• **Stored data**
Segment Open
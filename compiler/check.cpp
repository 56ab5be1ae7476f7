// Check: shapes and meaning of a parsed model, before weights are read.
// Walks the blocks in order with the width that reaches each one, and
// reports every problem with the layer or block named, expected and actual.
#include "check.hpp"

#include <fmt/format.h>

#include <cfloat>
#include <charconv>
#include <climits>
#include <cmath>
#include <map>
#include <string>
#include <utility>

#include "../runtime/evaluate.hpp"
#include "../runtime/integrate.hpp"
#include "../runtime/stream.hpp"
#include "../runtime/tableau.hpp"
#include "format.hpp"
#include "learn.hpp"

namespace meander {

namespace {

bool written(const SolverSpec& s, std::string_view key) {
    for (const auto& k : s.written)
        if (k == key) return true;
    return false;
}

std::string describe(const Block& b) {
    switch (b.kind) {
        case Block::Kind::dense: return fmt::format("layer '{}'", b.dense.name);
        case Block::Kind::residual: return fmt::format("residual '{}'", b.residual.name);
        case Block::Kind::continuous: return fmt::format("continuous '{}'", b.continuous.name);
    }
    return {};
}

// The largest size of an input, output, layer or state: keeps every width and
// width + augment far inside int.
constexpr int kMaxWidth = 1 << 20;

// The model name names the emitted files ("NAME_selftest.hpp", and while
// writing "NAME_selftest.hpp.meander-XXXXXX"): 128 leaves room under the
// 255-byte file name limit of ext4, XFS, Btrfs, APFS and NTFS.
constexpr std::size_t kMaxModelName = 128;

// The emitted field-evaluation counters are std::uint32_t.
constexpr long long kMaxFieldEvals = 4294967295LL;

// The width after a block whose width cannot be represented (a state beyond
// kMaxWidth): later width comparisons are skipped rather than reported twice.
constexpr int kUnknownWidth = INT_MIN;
Segment Closed
• **WORK REQUIRED**
Scan the entries above and copy each line where "every" occurs.

• **ANSWER SECTION**
// reports every problem with the layer or block named, expected and actual.
// The largest size of an input, output, layer or state: keeps every width and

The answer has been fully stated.